Джуба никогда не слышала стрекота пулемета, но хорошо помнила рассказы воинов, сражавшихся на Шангани и Бембези, о трехногих ружьях, которые трещат, как болтливые старухи. Почувствовав внезапный прилив неизвестно откуда взявшихся сил, она подхватила Тунгату на руки и помчалась назад, в ущелье, точно спасающаяся бегством слониха.
Ральф Баллантайн сидел на краю походной койки, перед которой на перевернутом ящике, служившем столом, стояли бутылка виски и эмалированная кружка. Рядом с ними оплывала свеча. Прищурив глаза в неровном свете, он пытался сфокусировать взгляд на открытом дневнике.
Ральф был пьян: за полчаса бутылка опустела наполовину. Он осушил кружку, потом плеснул в нее еще виски. Несколько капель упали на чистый лист бумаги. Ральф смахнул их и в пьяной задумчивости уставился на оставленный ими мокрый след. Помотав головой в попытке стряхнуть хмель, он взял перо, окунул его в чернильницу и аккуратно снял с кончика лишние чернила.
Выведение букв требовало полною сосредоточения. Там, где чернила попадали на влажные пятна алкоголя, вокруг линии расплывалось голубоватое облачко, что невероятно раздражало Ральфа. Он бросил перо и, тщательно контролируя каждое движение, налил кружку до краев и выпил в три глотка. Пустую кружку он зажал между коленями и долго сидел, свесив голову.
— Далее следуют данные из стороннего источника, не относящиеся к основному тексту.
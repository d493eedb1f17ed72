#include "solver/oxygen/summary_values.hpp"

#include <algorithm>
#include <cmath>
#include <limits>
#include <stdexcept>

#include "solver/oxygen/limit_values.hpp"

namespace oxystrat {

std::vector<SummaryValue> summary_values(const Case& c, const CaseRun& run, std::optional<double> theta95_s) {
  const double nan = std::numeric_limits<double>::quiet_NaN();
  const double v = c.vessel.working_volume_m3;
  double tip = 0.0;
  int flooded = 0;
  for (const auto& i : run.hydro.impellers) {
    tip = std::max(tip, i.tip_speed_m_s);
    flooded += i.regime == GasRegime::flooded ? 1 : 0;
  }
  const auto* f = run.field ? &*run.field : nullptr;
  const auto* one = run.single_zone ? &*run.single_zone : nullptr;
  const double mm = 1.0;  // mol/m3 = mmol/L
  std::vector<SummaryValue> out{
      {"power_ungassed", "kW", run.hydro.power_ungassed_w / 1e3, "P ungassed"},
      {"power_gassed", "kW", run.hydro.power_gassed_w / 1e3, "P gassed"},
      {"power_per_volume", "kW/m3", run.hydro.power_gassed_w / v / 1e3, "Pg/V"},
      {"tip_speed", "m/s", tip, "max tip speed"},
      {"flooded_impellers", "1", static_cast<double>(flooded), "flooded impellers"},
      {"kla_mean", "1/h", f ? 3600 * f->kla_mean_1_s : nan, "kLa (volume mean)"},
      {"do_min", "mmol/L", f ? f->do_min * mm : nan, "DO min (zones)"},
      {"do_mean", "mmol/L", f ? f->do_mean * mm : nan, "DO mean (zones)"},
      {"do_single_zone", "mmol/L", one ? one->do_min * mm : nan, "DO (single zone)"},
      {"do_min_saturation", "%", f ? 100 * f->do_min / f->air_saturation_mol_m3 : nan, "DO min / air saturation"},
      {"volume_below_critical", "%", f ? 100 * f->volume_fraction_below_critical : nan, "volume below critical DO"},
      {"max_biomass", "g/L", f ? run.max_biomass_kg_m3 : nan, "max biomass (zones)"},
      {"max_biomass_single_zone", "g/L", f ? run.max_biomass_single_zone_kg_m3 : nan, "max biomass (single zone)"},
      {"offgas_o2", "%", f ? 100 * f->offgas_y_o2 : nan, "off-gas O2 (dry)"},
      {"offgas_co2", "%", f ? 100 * f->offgas_y_co2 : nan, "off-gas CO2 (dry)"},
      {"pco2_max", "mmHg", f ? f->pco2_max_pa / 133.322387415 : nan, "pCO2 max"},
      {"otr_total", "mmol/(L h)", f ? 3600 * f->otr_total_mol_s / run.net.total_volume() : nan, "OTR (vessel mean)"},
      {"cautions", "1", static_cast<double>(run.cautions.size()), "cautions"},
  };
  // Not computed is not there: no column of NaN (docs/outputs.md).
  if (theta95_s) out.insert(out.begin() + 5, {"theta95", "s", *theta95_s, "mixing time theta95"});
  append_limit_values(c, run, out);  // heat, shear, cost: only the values that apply
  return out;
}

std::vector<std::string> summary_value_names(bool with_theta95) {
  // A case with no gas still gives every name (its oxygen values are then NaN).
  std::vector<std::string> names{"power_ungassed", "power_gassed", "power_per_volume", "tip_speed",
                                 "flooded_impellers", "kla_mean", "do_min", "do_mean", "do_single_zone",
                                 "do_min_saturation", "volume_below_critical", "max_biomass",
                                 "max_biomass_single_zone", "offgas_o2", "offgas_co2", "pco2_max", "otr_total",
                                 "cautions"};
  if (with_theta95) names.insert(names.begin() + 5, "theta95");
  return names;
}

double summary_value(const std::vector<SummaryValue>& values, const std::string& name) {
  for (const auto& v : values) {
    if (v.name == name) return v.value;
  }
  throw std::out_of_range("no summary value named " + name);
}

}  // namespace oxystrat
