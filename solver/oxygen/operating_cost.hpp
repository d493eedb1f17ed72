// What running the vessel draws and costs: the agitator drive, the compressor that delivers the
// air at the sparger's pressure, purchased oxygen when the gas is enriched, priced from the
// optional [prices] table (docs/method.md, section 18).
#pragma once

#include <optional>

#include "input/case.hpp"

namespace oxystrat {

struct OperatingCost {
  double supply_pressure_pa = 0.0;        //!< compressor outlet: sparger pressure + supply pressure drop [Pa]
  double air_mol_s = 0.0;                 //!< compressed air [mol/s]
  double oxygen_purchased_mol_s = 0.0;    //!< pure O2 blended in [mol/s]
  double compressor_isothermal_w = 0.0;   //!< p1 Q1 ln(p2/p1), the least work [W]
  double compressor_adiabatic_w = 0.0;    //!< isentropic, single stage [W]
  double compressor_w = 0.0;              //!< drawn: adiabatic / compressor_efficiency [W]
  double agitator_w = 0.0;                //!< drawn: gassed shaft power / drive_efficiency [W]
  double total_power_w = 0.0;             //!< agitator + compressor, drawn [W]
  // With [prices], in its currency
  std::optional<double> electricity_per_h;  //!< [currency/h]
  std::optional<double> oxygen_per_h;       //!< [currency/h] (0 without enrichment)
  std::optional<double> total_per_h;        //!< [currency/h]
  std::optional<double> per_kg_o2;          //!< per kg O2 transferred to the broth [currency/kg]
};

//! The supply: air compressed from 1 atm at the ambient temperature; enriched gas is air blended
//! with pure O2 delivered at pressure (its price covers its supply); a gas poorer in O2 than air
//! is counted as compressed air throughout.
OperatingCost operating_cost(const Case& c, double power_gassed_w, double inlet_gas_mol_s, double otr_mol_s);

}  // namespace oxystrat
Наконец Ральф с трудом поднял глаза и перечитал написанное, шевеля губами, будто первоклассник, читающий букварь.
- Война превращает нас всех в чудовищ.
Он снова потянулся к бутылке, уронил ее, и по крышке ящика растеклась золотисто-коричневая жидкость. Ральф повалился на койку, свесив ноги на пол, закрыл глаза и заслонил лицо рукой.
Элизабет уложила мальчиков спать в фургоне и прилегла на соседнюю койку, стараясь не потревожить спящую мать.
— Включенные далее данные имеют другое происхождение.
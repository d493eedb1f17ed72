// The steady oxygen field of a case: gas holdup, pressure, kLa and C* per zone, dissolved O2 and
// CO2, uptake, off-gas; with the summary an engineer reads, and the largest biomass the
// configuration carries with every zone above critical DO.
#pragma once

#include <Eigen/Core>
#include <string>
#include <vector>

#include "input/case.hpp"
#include "solver/flow/gas_routing.hpp"
#include "solver/flow/hydrodynamics.hpp"
#include "solver/oxygen/oxygen_problem.hpp"
#include "solver/linalg/steady_problem.hpp"
#include "solver/flow/transport.hpp"
#include "input/errors.hpp"
#include "mesh/zone_network.hpp"

namespace oxystrat {

//! Holdup beyond which bubbly flow gives way to churning plumes that the zone model does not
//! describe (typical stirred-tank holdups are 0.05-0.25, [mem]).
inline constexpr double bubbly_flow_holdup = 0.3;
//! Share of the volume above bubbly_flow_holdup beyond which it is the vessel's gas flow, not a
//! sparger plume, that churns (our choice: a plume fills a few per cent of a vessel).
inline constexpr double widespread_churning_share = 0.1;

//! Holdup below which a zone counts as gas-free (kLa 0): the drift-flux transport leaves
//! exponentially small amounts (1e-30 and less) in zones the gas does not reach, such as a
//! viscous broth's stagnant region, and their composition, a ratio of such amounts, would put
//! derivatives of 1e30 into the Newton matrix. A billionth of the volume transfers nothing
//! measurable at any kLa a correlation gives. The same bound applies to the holdup the sparged
//! gas would give with none of it dissolved (OxygenSetup::update): a zone below it has too little
//! inert gas to hold its composition.
inline constexpr double gas_free_holdup = 1e-9;

struct OxygenField {
  // Per zone
  std::vector<double> do_mol_m3;        //!< dissolved O2 [mol/m3]
  std::vector<double> co2_mol_m3;       //!< dissolved CO2 [mol/m3]
  std::vector<double> cstar_mol_m3;     //!< O2 saturation at the zone's gas [mol/m3]
  std::vector<double> kla_1_s;          //!< O2 kLa [1/s]
  std::vector<double> otr_mol_m3_s;     //!< O2 transfer rate [mol/(m3 s)]
  std::vector<double> our_mol_m3_s;     //!< O2 uptake rate [mol/(m3 s)]
  std::vector<double> holdup;           //!< gas holdup [-]
  std::vector<double> superficial_gas_m_s;
  std::vector<double> y_o2, y_co2;      //!< dry gas mole fractions [-]
  std::vector<double> pco2_pa;          //!< CO2 partial pressure in equilibrium with the liquid [Pa]
  std::vector<double> pressure_pa;      //!< absolute pressure with gas holdup [Pa]
  std::vector<double> do_saturation;    //!< DO over the DO that reads 100 % (case.do_percent) [-]
  // Summary
  double kla_mean_1_s = 0.0;            //!< volume-average kLa [1/s]
  double kla_vessel_1_s = 0.0;          //!< vessel-level correlation at Pg/V and mid-height vs [1/s]
  double do_min = 0.0, do_mean = 0.0;   //!< [mol/m3]
  int do_min_zone = 0;
  double volume_fraction_below_critical = 0.0;
  double offgas_y_o2 = 0.0, offgas_y_co2 = 0.0;
  double otr_total_mol_s = 0.0;
  double our_total_mol_s = 0.0;
  double o2_in_mol_s = 0.0, o2_out_mol_s = 0.0;
  double o2_balance_error = 0.0;        //!< (in - out - sum OTR V) / in [-]
  double pco2_max_pa = 0.0;
  double holdup_mean = 0.0;             //!< volume-mean gas holdup [-]
  double holdup_max = 0.0;              //!< [-]
  double volume_fraction_churning = 0.0;  //!< share of the volume with holdup above bubbly_flow_holdup [-]
  double gas_volume_m3 = 0.0;           //!< gas held in the broth [m3]
  double gassed_level_m = 0.0;          //!< height of the gassed liquid surface above the lowest point [m]
  double air_saturation_mol_m3 = 0.0;   //!< the DO that reads 100 % (case.do_percent) [mol/m3]
  int newton_iterations = 0;
  int outer_iterations = 0;
  int linear_iterations = 0;            //!< Krylov iterations of the structured Newton steps
  // The counts above are this network's own solve; a nested cold start (nested_start.hpp) adds
  // the solves on the coarser grids that seeded it, summed over all levels, and the Krylov
  // iterations of the corrections on the halved grid (coarse_correction.hpp):
  int coarse_levels = 0;                //!< coarser grids solved first (0: no nesting)
  int coarse_newton_iterations = 0;
  int coarse_outer_iterations = 0;
  int coarse_linear_iterations = 0;
  Eigen::VectorXd state;                //!< solver state, for warm starts
};

//! Per zone: holds gas (holdup at least gas_free_holdup); the zones where C* and kLa mean something.
std::vector<bool> gassed_zones(const OxygenField& f);

struct OxygenContext {
  const Case& c;
  const ZoneNetwork& net;
  const Hydrodynamics& hydro;
  const GasRouting& routing;
};

//! The fixed parts of the O2/CO2 balances of a context (inlet, Henry coefficients, uptake,
//! transport) and the parts that follow the gas flows (holdup, pressure, kLa, C*), which update()
//! recomputes from a state. Shared by the steady and the transient solves.
struct OxygenSetup {
  OxygenSetup(const OxygenContext& ctx, double biomass_kg_m3);
  //! Inlet gas carried through the routing with no transfer, DO at half saturation.
  Eigen::VectorXd initial_state() const;
  //! Holdup, pressure, kLa and C* per unit mole fraction at the gas flows of `state`.
  void update(const Eigen::VectorXd& state);

  const OxygenContext& ctx;
  double inlet_o2_mol_s = 0.0, inlet_co2_mol_s = 0.0;
  double henry_o2 = 0.0, henry_co2 = 0.0;  //!< with salting-out [mol/(m3 Pa)]
  double water_pressure_pa = 0.0;
  double kla_vessel_1_s = 0.0;
  Uptake uptake;
  SparseMatrix transport;
  TransferCoefficients coeff;
  std::vector<double> holdup, pressure_pa, superficial_m_s;
};

//! Steady field at biomass `biomass_kg_m3` (the case's own when negative). `warm` may hold a
//! previous field of the same network to start from; without it, a network of at least
//! newton.linear.nested_start_from_zones zones starts from the field on its halved grid (nested_start.hpp).
//! Throws SolveError on failure.
//! `workspace` (optional) carries the sparse factorisation from one solve to the next.
//! `newton.structured = false` forces the general sparse LU path (for tests and benchmarks);
//! the tolerance of `newton` is that of the final field.
OxygenField solve_oxygen_field(const OxygenContext& ctx, double biomass_kg_m3 = -1.0, const OxygenField* warm = nullptr,
                               NewtonWorkspace* workspace = nullptr, const NewtonOptions& newton = {});

//! The solve of a field that is only compared with limits (critical DO, pCO2, ...): a scaled
//! residual of 1e-10 with the vessel's balances left open. Its DO differs from the full solve's
//! by less than 1e-6 of air saturation (5e-9 at 8000 zones, 4e-7 at a million), far below any
//! margin it decides.
NewtonOptions margin_solve_options();

//! Largest biomass [kg/m3] with every zone at or above culture.critical_do, to 1e-4 relative (0
//! when even no culture fails, capped at 1000 kg/m3 when nothing limits). `field_at_case` seeds
//! the search, whose solves are margin solves (margin_solve_options()).
double max_supportable_biomass(const OxygenContext& ctx, const OxygenField& field_at_case, double rel_tol = 1e-4);

}  // namespace oxystrat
Ужинать Ральф отказался и накричал на Джонатана, посланного позвать отца к семейному столу.
Элизабет лежала под шерстяным одеялом, глядя сквозь щель в парусиновом навесе. У Ральфа все еще горела свеча, хотя в палатке Гарри и Вики свет давно погас. Элизабет закрыла глаза, пытаясь уснуть, но не находила себе места. В конце концов Робин Сент-Джон раздраженно вздохнула и перевернулась на другой бок. Элизабет открыла глаза и вгляделась в узкую щель: свеча по-прежнему горела.
Девушка осторожно выскользнула из-под одеяла: не дай Бог, мать проснется. Закутавшись в шаль, Элизабет бесшумно выбралась наружу и села на дышло фургона. Из-за тонкой парусиновой стенки отчетливо доносилось дыхание Робин: похоже, она крепко уснула, даже начала слегка похрапывать.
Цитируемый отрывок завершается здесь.